Check if it is possible to rearrange a binary string with alternate 0s and 1s

Given a binary string of length at-least two. We need to check if it is possible to rearrange a binary string such that there alternate 0’s and 1’s. If possible then output is YES, otherwise output is NO.

Examples:

Input : 1011
Output : NO
We can’t rearrange the string such that it has alternate 0s and 1s.

Input : 1100
Output : YES
There are exactly two ways to rearrange the string, and they are 0101 or 1010 .

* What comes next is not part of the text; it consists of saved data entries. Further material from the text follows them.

package server

import (
	"context"
	"net/http"
	"net/url"

	"github.com/labstack/echo/v4"

	"tripwell/forms"
	"tripwell/store"
)

// planPreviewed shows what a revision of a plan does to the dates there are, and asks to accept it.
type planPreviewed struct {
	Frame
	Crumbs                []link
	Heading, Lead, Partly string
	Says                  []change
	Counts                []string
	Rows                  []dateMoved
	More                  string
	Hidden                []hidden
	Back                  string
}

// dateMoved is one date before and after.
type dateMoved struct {
	Href, Spot, Where, Task, Was, Becomes string
	WasLate, Late                         bool
}

func (s *Server) planPreviewPage(c echo.Context, f *typedForm, draft store.RuleDraft, plan *forms.Plan) error {
	k, name := s.ink(), s.planName(plan)
	view := planPreviewed{Frame: s.frame(c, name, "set-up"), Heading: k.say("config.preview_head", "name", name), Back: planHref(plan.ID, draft.Site),
		Crumbs: []link{{Href: "/set-up", Text: k.say("office.setup.title")}, {Href: "/plans", Text: k.say("plans.title")}}}
	err := s.store.View(scope(c), func(v *store.View) error {
		if f.Get("new") == "yes" {
			held, err := v.PlanRevisions(draft.Site, plan.ID)
			if err != nil {
				return err
			}
			if len(held) > 0 {
				return refuse(codeConflict, "id", k.say("plans.taken"))
			}
		}
		next, same, err := v.Next(draft, plan.InForce, plan.InForce)
		if err != nil {
			return err
		}
		if same {
			return refuse(codeInvalid, "", k.say("config.nothing_changed"))
		}
		ctx, stop := context.WithTimeout(c.Request().Context(), previewTime)
		defer stop()
		p, err := v.PreviewPlan(ctx, next)
		if err != nil {
			return err
		}
		if view.Says, err = s.planChanges(v, draft.Site, plan); err != nil {
			return err
		}
		view.Hidden = []hidden{{recordField, f.Get(recordField)}, {"done", planHref(plan.ID, draft.Site)}, {"kind", next.Kind}, {"site", next.Site}, {"json", string(next.JSON)}, {"reason", next.Reason}}
		return s.planPreviewShown(v, p, plan, &view)
	})
	if err != nil {
		return err
	}
	return s.page(c, http.StatusOK, "plan_preview.html", view)
}

// planChanges lists what a plan says otherwise than the revision before it.
func (s *Server) planChanges(v *store.View, site string, plan *forms.Plan) ([]change, error) {
	held, err := v.PlanRevisions(site, plan.ID)
	if err == nil && len(held) == 0 && site != "" {
		held, err = v.PlanRevisions("", plan.ID)
	}
	if err != nil || len(held) == 0 {
		return nil, err
	}
	was := map[string]string{}
	before := newestRevisions(held)[0].Plan
	for _, f := range append(s.planFacts(before), planFact{s.words.Say("office.col.every"), s.every(before)}) {
		was[f.Name] = f.Value
	}
	var out []change
	for _, f := range append([]planFact{{s.words.Say("office.col.every"), s.every(plan)}}, s.planFacts(plan)...) {
		if was[f.Name] != f.Value {
			out = append(out, change{Name: f.Name, Was: orDash(was[f.Name]), Became: orDash(f.Value)})
		}
		delete(was, f.Name)
	}
	for _, name := range sortedKeys(was) {
		out = append(out, change{Name: name, Was: was[name], Became: dash})
	}
	return out, nil
}

func orDash(text string) string {
	if text == "" {
		return dash
	}
	return text
}

func (s *Server) planPreviewShown(v *store.View, p store.PlanPreview, plan *forms.Plan, view *planPreviewed) error {
	k := s.ink()
	view.Lead = k.say("plans.preview_lead", "day", k.day(plan.InForce), "n", p.Devices, "count", count(p.Devices), "looked", count(p.Looked))
	if !p.Whole {
		view.Partly = k.say("plans.preview_partly", "looked", count(p.Looked))
	}
	for _, one := range []struct {
		key string
		n   int
	}{{"earlier", p.Earlier}, {"later", p.Later}, {"asked", p.Asked}, {"dropped", p.Dropped}} {
		if one.n > 0 {
			view.Counts = append(view.Counts, k.say("plans.moved."+one.key, "n", one.n, "count", count(one.n)))
		}
	}
	if p.Overdue+p.Becomes > 0 {
		view.Counts = append(view.Counts, k.say("plans.moved.overdue", "was", count(p.Overdue), "becomes", count(p.Becomes)))
	}
	for _, m := range p.First {
		d, err := v.Device(m.Device, forms.DayOf(s.store.Now()))
		if err != nil {
			return err
		}
		view.Rows = append(view.Rows, dateMoved{Href: "/devices/" + url.PathEscape(m.Device), Spot: s.spot(d.DeviceRow), Where: joined(d.SiteName, d.Place.Context()), Task: k.named("task", m.Task),
			Was: s.dateOrNone(m.Was), Becomes: s.dateOrNone(m.Becomes), WasLate: late(m.Was), Late: late(m.Becomes)})
	}
	if more := p.Earlier + p.Later + p.Asked + p.Dropped - len(p.First); more > 0 {
		view.More = k.say("plans.moved_more", "n", more)
	}
	return nil
}

func late(d store.Due) bool { return d.Due != forms.NoDay && d.State == forms.Overdue }

func (s *Server) dateOrNone(d store.Due) string {
	if d.Due == forms.NoDay {
		return s.words.Say("plans.not_asked")
	}
	return s.ink().day(d.Due)
}
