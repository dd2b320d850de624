package server

import (
	"fmt"
	"math"
	"strings"

	"tripwell/forms"
)

// Size of a curve's drawing and where its axes stand, in its own units.
const (
	curveWidth, curveHeight = 360.0, 220.0
	curveLeft, curveRight   = 46.0, 350.0
	curveTop, curveBottom   = 12.0, 184.0
)

// curveDrawing is a limit that depends on another figure, on log axes, with an entry's point where there is one.
type curveDrawing struct {
	Aria, XName, YName string
	Path, Inside       string // the limit, and the area that is inside it
	XTicks, YTicks     []curveTick
	Point              *curvePoint
}

type curveTick struct{ At, Text string }

type curvePoint struct{ X, Y, Shape, Path string }

// curveAxes are what a drawing spans: figures of x and y, both above 0.
type curveAxes struct{ x0, x1, y0, y1 float64 }

func (a curveAxes) x(v float64) float64 { return logPlace(v, a.x0, a.x1, curveLeft, curveRight) }
func (a curveAxes) y(v float64) float64 { return logPlace(v, a.y0, a.y1, curveBottom, curveTop) }

func logPlace(v, from, to, at, end float64) float64 {
	share := math.Log(max(v, from)/from) / math.Log(to/from)
	return at + (end-at)*min(max(share, 0), 1)
}

// classACurve draws the longest trip time over the test current, UL 943 Class A.
func (k ink) classACurve(point *[2]float64, shape string) *curveDrawing {
	a := curveAxes{4, 400, 10, 10_000}
	if point != nil {
		a.y1 = math.Pow(10, math.Ceil(math.Log10(max(point[1], a.y1))))
	}
	d := &curveDrawing{XName: k.say("config.curve_x"), YName: k.say("config.curve_y"), Aria: k.say("config.curve_aria")}
	var path []string
	for i := range 41 {
		current := 6 * math.Pow(264.0/6, float64(i)/40)
		if i == 40 {
			current = 264
		}
		if ms, ok := forms.ClassATripMS(current); ok {
			path = append(path, figure(a.x(current))+" "+figure(a.y(ms)))
		}
	}
	d.Path = "M" + strings.Join(path, "L")
	d.Inside = fmt.Sprintf("%sL%s %sL%s %sZ", d.Path, figure(a.x(264)), figure(curveBottom), figure(a.x(6)), figure(curveBottom))
	d.axes(a, []float64{4, 6, 10, 20, 50, 100, 264})
	if point != nil {
		d.mark(a, *point, shape)
		d.Aria = k.say("config.curve_aria_point", "time", k.amount(number(point[1]), "ms"), "current", k.amount(number(point[0]), "mA"))
	}
	return d
}

// overRated draws the most a figure may be over the rated residual current: V over mA gives ohm.
func (k ink) overRated(volts float64) *curveDrawing {
	a := curveAxes{8, 700, volts * 1000 / 700, volts * 1000 / 8}
	a.y0, a.y1 = math.Pow(10, math.Floor(math.Log10(a.y0))), math.Pow(10, math.Ceil(math.Log10(a.y1)))
	from, to := a.x(10), a.x(500)
	d := &curveDrawing{XName: k.say("config.rated_x"), YName: k.say("config.rated_y"), Aria: k.say("config.rated_aria", "v", number(volts))}
	d.Path = fmt.Sprintf("M%s %sL%s %s", figure(from), figure(a.y(volts*100)), figure(to), figure(a.y(volts*2)))
	d.Inside = fmt.Sprintf("%sL%s %sL%s %sZ", d.Path, figure(to), figure(curveBottom), figure(from), figure(curveBottom))
	d.axes(a, []float64{10, 30, 100, 300, 500})
	return d
}

func (d *curveDrawing) axes(a curveAxes, xs []float64) {
	for _, x := range xs {
		d.XTicks = append(d.XTicks, curveTick{figure(a.x(x)), number(x)})
	}
	for y := a.y0; y <= a.y1*1.001; y *= 10 {
		d.YTicks = append(d.YTicks, curveTick{figure(a.y(y)), number(y)})
	}
}

// mark puts an entry's point: its shape as everywhere, so that colour is never alone.
func (d *curveDrawing) mark(a curveAxes, at [2]float64, shape string) {
	x, y := a.x(at[0]), a.y(at[1])
	p := &curvePoint{X: figure(x), Y: figure(y), Shape: shape}
	switch shape {
	case "fail":
		p.Path = fmt.Sprintf("M%s %sL%s %sL%s %sL%s %sZ", figure(x), figure(y-7), figure(x+7), figure(y), figure(x), figure(y+7), figure(x-7), figure(y))
	case "watch":
		p.Path = fmt.Sprintf("M%s %sL%s %sH%sZ", figure(x), figure(y-7), figure(x+7), figure(y+6), figure(x-7))
	}
	d.Point = p
}
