package server

import (
	"cmp"
	"context"
	"errors"
	"io"
	"net/http"
	"net/url"
	"reflect"
	"strconv"
	"time"

	"github.com/labstack/echo/v4"

	"tripwell/export"
	"tripwell/export/bundle"
	"tripwell/forms"
	"tripwell/store"
)

// makingPage says how far a workbook or a bundle is; without JavaScript it looks again by itself.
type makingPage struct {
	Frame
	Crumbs        []link
	Heading, Lead string
	Done, Total   int // of a bar; Total 0 = none
	What          []string
	Again         []link // the page itself, while the file is being made
	File          []link // the file, once it is there
	Stop          button // ends it, or lets go of it
}

// button is a form of one button.
type button struct{ Action, Text string }

// makingSoon is how long a file may take to be there at once, and makingLook after how many seconds the page looks
// again.
const (
	makingSoon = 700 * time.Millisecond
	makingLook = 2
)

// workbookMake begins a workbook and goes on to the page that tells how far it is.
func (s *Server) workbookMake(c echo.Context) error {
	return s.makeFor(c, madeWorkbook, "workbook", ".xlsx", func(sc store.Scope, ask export.WorkbookAsk) maker {
		return func(_ context.Context, w io.Writer, progress func(done, total int) error) error {
			ask.Progress = progress
			return export.WorkbookOf(w, s.store, sc, ask)
		}
	})
}

// bundleMake begins a bundle and goes on to the page that tells how far it is.
func (s *Server) bundleMake(c echo.Context) error {
	return s.makeFor(c, madeBundle, "bundle", ".zip", func(sc store.Scope, ask export.WorkbookAsk) maker {
		return func(ctx context.Context, w io.Writer, progress func(done, total int) error) error {
			said := func(done, total int64) { _ = progress(int(done), int(total)) } // its context stops it
			return bundle.Write(ctx, w, s.store, sc, bundle.Ask{Site: ask.Site, From: ask.From, To: ask.To, Organisation: ask.Organisation, Progress: said})
		}
	})
}

// makeFor begins a file of what the downloads page asks for, within its reader's scope, once it is written down that it leaves.
func (s *Server) makeFor(c echo.Context, kind madeKind, what, ending string, of func(sc store.Scope, ask export.WorkbookAsk) maker) error {
	values, err := decodeForm(c)
	if err != nil {
		return err
	}
	sc, by := scope(c), person(c).ID
	if kind == madeBundle {
		if err := wholeLogs(sc); err != nil {
			return err
		}
	}
	ask, name, err := s.workbookAsked(sc, values.Get)
	if err != nil {
		return s.downloadsAgain(c, kind, values, err)
	}
	if err := s.exportTaken(c.Request().Context(), by, what, ask.Site, ask.From, ask.To); err != nil {
		return err
	}
	m := &making{kind: kind, person: by, file: "tripwell-" + name + ending, site: s.siteWords(values), from: ask.From, to: ask.To, scope: sc}
	s.makings.begin(m, of(sc, ask))
	return s.toMaking(c, m)
}

// siteWords is the site that was asked for, as its page says it.
func (s *Server) siteWords(values url.Values) string {
	return cmp.Or(values.Get("site"), s.words.Say("office.downloads.all_sites"))
}

// toMaking goes on to a making's page; what is soon there is there at once.
func (s *Server) toMaking(c echo.Context, m *making) error {
	select {
	case <-m.ended:
	case <-time.After(makingSoon):
	case <-c.Request().Context().Done():
	}
	return toPage(c, m.kind.path+m.id)
}

// downloadsAgain shows the downloads page with what was typed and what is wrong beside its field.
func (s *Server) downloadsAgain(c echo.Context, kind madeKind, values url.Values, err error) error {
	var refused *store.Error
	w, fault := wrongOf(err)
	if fault || errors.As(err, &refused) && refused.Code == codeNotFound {
		return err
	}
	return s.downloadsPage(c, http.StatusUnprocessableEntity, kind, values, w)
}

// makingFor finds the making an address names. Who lost a site since may not have what was read before.
func (s *Server) makingFor(c echo.Context) (*making, error) {
	m, err := s.makings.get(c.Param("making"), person(c).ID)
	if err == nil && !reflect.DeepEqual(m.scope, scope(c)) {
		return nil, errNoMaking
	}
	return m, err
}

func (s *Server) makingShow(c echo.Context) error {
	m, err := s.makingFor(c)
	if err != nil {
		return err
	}
	view, next := s.makingView(c, m), ""
	switch {
	case view.Again != nil:
		next = strconv.Itoa(makingLook) + "; url=" + view.Again[0].Href
	case view.File != nil && m.first():
		next = "1; url=" + view.File[0].Href
	}
	if next != "" {
		c.Response().Header().Set("Refresh", next)
	}
	return s.page(c, http.StatusOK, "making.html", view)
}

// first says whether the file was not offered by itself yet.
func (m *making) first() bool {
	m.mu.Lock()
	defer m.mu.Unlock()
	told := m.told
	m.told = true
	return !told
}

func (s *Server) makingView(c echo.Context, m *making) makingPage {
	k, at := s.ink(), m.kind.path+m.id
	say := func(key string, pairs ...any) string { return k.say(m.kind.words+key, pairs...) }
	view := makingPage{Frame: s.frame(c, say("title"), "downloads"), Crumbs: []link{{Href: "/downloads", Text: k.say("office.downloads.title")}}, What: []string{m.site}}
	if m.from != forms.NoDay || m.to != forms.NoDay {
		from, to := k.say("office.downloads.open_from"), k.say("office.downloads.open_to")
		if m.from != forms.NoDay {
			from = k.day(m.from)
		}
		if m.to != forms.NoDay {
			to = k.day(m.to)
		}
		view.What = append(view.What, k.say("office.downloads.making_period", "from", from, "to", to))
	}
	m.mu.Lock()
	defer m.mu.Unlock()
	view.Stop = button{at + "/stop", k.say("office.downloads.making_stop")}
	if m.out != nil || m.err != nil {
		view.Stop.Text = k.say("office.downloads.making_forget")
	}
	switch {
	case m.err != nil:
		view.Heading, view.Lead = say("failed"), s.told(c, m.err).Text
	case m.out != nil:
		view.Heading, view.File = say("ready"), []link{{Href: at + "/" + m.file, Text: say("go")}}
		view.Lead = say("ready_under", "done", count(m.done), "size", sizeText(m.size))
	default:
		view.Heading, view.Again = say("making"), []link{{Href: at, Text: k.say("office.downloads.making_again")}}
		view.Lead, view.Done, view.Total = say("making_under", "done", count(m.done), "total", count(m.total), "percent", count(min(99, 100*m.done/max(1, m.total)))), m.done, m.total
		if !m.begun {
			view.Lead = k.say("office.downloads.making_waits")
		}
	}
	return view
}

// sizeText says a number of bytes in decimal units, as file managers mostly do.
func sizeText(n int64) string {
	if n < 1_000_000 {
		return count(int(max(1, n/1000))) + " kB"
	}
	return strconv.FormatFloat(float64(n)/1e6, 'f', 1, 64) + " MB"
}

// makingStop ends a making, or lets go of its file.
func (s *Server) makingStop(c echo.Context) error {
	m, err := s.makingFor(c)
	if err != nil {
		return err
	}
	s.makings.forget(m)
	return toPage(c, "/downloads")
}

// madeRow is a file that is made or kept for the reader of the downloads page.
type madeRow struct {
	Link  link
	Under string
	Stop  button
}

// madeRows lists them.
func (s *Server) madeRows(c echo.Context) (rows []madeRow) {
	k := s.ink()
	for _, m := range s.makings.ofPerson(person(c).ID) {
		if !reflect.DeepEqual(m.scope, scope(c)) {
			continue
		}
		m.mu.Lock()
		row := madeRow{Link: link{Href: m.kind.path + m.id, Text: k.say(m.kind.words+"title") + ", " + m.site}, Stop: button{m.kind.path + m.id + "/stop", k.say("office.downloads.making_forget")}}
		switch {
		case m.err != nil:
			row.Under = k.say(m.kind.words + "failed")
		case m.out != nil:
			row.Under = k.say("office.downloads.made_until", "size", sizeText(m.size), "at", k.at(m.until, time.UTC))
		default:
			row.Under, row.Stop.Text = k.say(m.kind.words+"making"), k.say("office.downloads.making_stop")
		}
		m.mu.Unlock()
		rows = append(rows, row)
	}
	return rows
}

// makingTake sends the finished file.
func (s *Server) makingTake(c echo.Context) error {
	m, err := s.makingFor(c)
	if err != nil {
		return err
	}
	file, size, done, err := m.open()
	if err != nil {
		return err
	}
	defer done()
	c.Response().Header().Set("Content-Length", strconv.FormatInt(size, 10))
	return s.download(c, m.kind.mime, m.file, func(w io.Writer) error {
		_, err := io.Copy(w, file)
		return err
	})
}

We can place all 0’s in even position and all 1’s in odd position or we can place all 0’s in odd position and all 1’s in even position. If the length of the string is even then to satisfy the given condition the count of 1’s and 0’s must be equal. If the length of the string is odd then to satisfy the given condition the absolute difference of count
of 1’s and 0’s must be one.

Below is the implementation of above approach:

C++

// CPP program to check if we can rearrange a
// string such that it has alternate 0s and 1s.
#include <bits/stdc++.h>
using namespace std;
  
// function to check the binary string
bool is_possible(string s)
{
    // length of string
    int l = s.length();
  
    int one = 0, zero = 0;
  
    for (int i = 0; i < l; i++) {
  
        // count zero's
        if (s[i] == '0')
            zero++;
  
        // count one's
        else
            one++;
    }
  
    // if length is even
    if (l % 2 == 0) 
        return (one == zero);
  
    // if length is odd
    else 
        return (abs(one - zero) == 1);
}
  
// Driver code
int main()
{
    string s = "100110";
    if (is_possible(s))
      cout << "Yes";
    else
      cout << "No";
    return 0;
}

Python 3

# Python3 program to check if 
# we can rearrange a
# string such that it has alternate 
# 0s and 1s.
  
# function to check the binary string
def is_possible(s):
  
    # length of string
    l = len(s)
  
    one = 0
    zero = 0
  
    for i in range(0,l) :
  
        # count zero's
        if (s[i] == '0'):
            zero += 1
  
        # count one's
        else:
            one += 1
  
    # if length is even
    if (l % 2 == 0) :
        return (one == zero)
  
    # if length is odd
    else:
        return (abs(one - zero) == 1)
  
# Driver code
if __name__ == "__main__":
    s = "100110"
    if (is_possible(s)):
        print("Yes")
    else:
        print("No")
  
# This code is contributed by
# ChitraNayal

Output:

Yes

Time Complexity: O(l), where l is length of the binary string.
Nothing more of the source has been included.